B. DE RELEVANTE GEOGRAFISCHE MARKTEN

(22) Volgens de aanmeldende partij is de relevante geografische markt de Gemeenschap. De gasaanbieders die in de gehele Gemeenschap actief zijn, zouden - hoewel met uiteenlopende marktaandelen - in bijna alle lidstaten aanwezig zijn en daar via alle gebruikelijke distributiekanalen gas aanbieden. Dat de levering van cilindergas over de grenzen van de lidstaten heen in verhouding beperkt zou zijn, zou niets veranderen aan het feit dat de geografische markt de gehele Gemeenschap omvat. Alle concurrenten zouden immers de klanten in de lidstaten bevoorraden via on-site-installaties en pijpleidingen, met elkaar concurreren en zo de grenzen van de markt afbakenen.

(23) Uit het onderzoek van de Commissie in deze zaak en in de parallelle zaak M.1630 - Air Liquide/BOC, is gebleken dat de reikwijdte van de relevante geografische markten bepaald wordt door de eigenschappen van de verschillende gassen en de verschillende distributievormen.

(24) Wat de bevoorrading van afnemers door on-site-installaties betreft, moet ervan worden uitgegaan dat alle belangrijke aanbieders van technische gassen over de noodzakelijke knowhow en overeenkomstige middelen beschikken om soortgelijke installaties overal in de EER te bouwen en te exploiteren. Derhalve kunnen zij ook in de gehele EER bij aanbestedingen meedingen naar projecten voor de bouw en de exploitatie van on-site-installaties. Daaruit volgt dat de relevante geografische markten de gehele EER omvatten.

(25) Inzake de bevoorrading van afnemers door tankwagens, is wegens de hoge transportkosten de bevoorrading slechts economisch interessant binnen een omtrek van ongeveer 200 km rond de vulinstallatie, tenminste in het geval van de luchtgassen zuurstof en stikstof. Zelfs indien de bevoorradingsgebieden van de verschillende vulinstallaties elkaar overlappen, moeten de relevante geografische markten niet als de volledige EER worden beschouwd, maar veeleer als nationale markten worden afgebakend. Dat wordt ondersteund door de prijsverschillen die de Commissie heeft vastgesteld in de lidstaten.

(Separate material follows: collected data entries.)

//! JSON numbers that may be infinite or undefined.

/// Serde for numbers that may be infinite or undefined (a t statistic of groups without
/// spread, a ratio with a zero count): JSON has no such numbers and serde_json would write
/// `null`, which cannot be read back as a number. They are written as the strings "inf",
/// "-inf" and "NaN"; finite numbers stay numbers. Use with `#[serde(with = "float")]`.
pub mod float {
    use serde::{Deserialize, Deserializer, Serializer};

    pub fn serialize<S: Serializer>(v: &f64, s: S) -> Result<S::Ok, S::Error> {
        if v.is_finite() {
            s.serialize_f64(*v)
        } else if v.is_nan() {
            s.serialize_str("NaN")
        } else if *v > 0.0 {
            s.serialize_str("inf")
        } else {
            s.serialize_str("-inf")
        }
    }

    #[derive(Deserialize)]
    #[serde(untagged)]
    enum Num {
        F(f64),
        S(String),
    }

    pub fn deserialize<'de, D: Deserializer<'de>>(d: D) -> Result<f64, D::Error> {
        match Num::deserialize(d)? {
            Num::F(v) => Ok(v),
            Num::S(s) => match s.as_str() {
                "inf" => Ok(f64::INFINITY),
                "-inf" => Ok(f64::NEG_INFINITY),
                "NaN" => Ok(f64::NAN),
                other => Err(serde::de::Error::custom(format!(
                    "\"{other}\" is not a number"
                ))),
            },
        }
    }
}

/// [`float`] for optional numbers (None stays `null`).
pub mod float_opt {
    use serde::{Deserialize, Deserializer, Serialize, Serializer};

    #[derive(Serialize, Deserialize)]
    struct W(#[serde(with = "super::float")] f64);

    pub fn serialize<S: Serializer>(v: &Option<f64>, s: S) -> Result<S::Ok, S::Error> {
        v.map(W).serialize(s)
    }

    pub fn deserialize<'de, D: Deserializer<'de>>(d: D) -> Result<Option<f64>, D::Error> {
        Ok(Option::<W>::deserialize(d)?.map(|w| w.0))
    }
}

/// [`float`] for an optional list of numbers (a run's kept statistics, which may include
/// infinite ones; None stays `null`).
pub mod float_vec_opt {
    use serde::{Deserialize, Deserializer, Serialize, Serializer};

    #[derive(Serialize, Deserialize)]
    struct W(#[serde(with = "super::float")] f64);

    pub fn serialize<S: Serializer>(v: &Option<Vec<f64>>, s: S) -> Result<S::Ok, S::Error> {
        v.as_ref()
            .map(|xs| xs.iter().map(|&x| W(x)).collect::<Vec<W>>())
            .serialize(s)
    }

    pub fn deserialize<'de, D: Deserializer<'de>>(d: D) -> Result<Option<Vec<f64>>, D::Error> {
        Ok(Option::<Vec<W>>::deserialize(d)?.map(|ws| ws.into_iter().map(|w| w.0).collect()))
    }
}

(26) Wat de distributie van cilindergas betreft, heeft de aanmeldende partij zelf verklaard dat er nauwelijks grensoverschrijdende leveringen plaatsvinden. De relevante geografische markten voor cilindergas moeten derhalve lokaal worden afgebakend. De gebieden waarin leveringen kunnen worden gedaan vanuit de verschillende vulinstallaties overlappen elkaar, en in de regel bestrijken een groot aantal lokale markten naadloos een volledige lidstaat. Derhalve is de concurrentie, tenminste tussen de grote aanbieders, niet beperkt tot het lokale of regionale niveau maar strekt zij zich uit tot een volledige lidstaat. Als basis voor de beoordeling heeft de Commissie derhalve de relevante geografische markten voor cilindergas genomen, die elk het volledige grondgebied van een lidstaat omvatten.

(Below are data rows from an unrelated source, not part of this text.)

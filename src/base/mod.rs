//! The base every layer stands on: the shared vocabulary, the error and progress types, and
//! how numbers are written in messages and reports.

pub mod error;
pub mod format;
pub mod note;
pub mod vocab;

pub use error::{Progress, ProgressFn, RunError};
pub use note::{InfiniteCause, Note};
pub use vocab::*;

C. BEOORDELING VANUIT MEDEDINGINGSOOGPUNT

(27) Er moet worden van uitgegaan dat de concentratie leidt tot het ontstaan van machtsposities van Linde/AGA op de markt van cilindergas in Nederland, alsook van vloeibaar en cilindergas in Oostenrijk.

1. DUITSLAND

a) De marktstructuur in Duitsland wordt gekenmerkt door grote marktaandelen van zowel Linde als Messer.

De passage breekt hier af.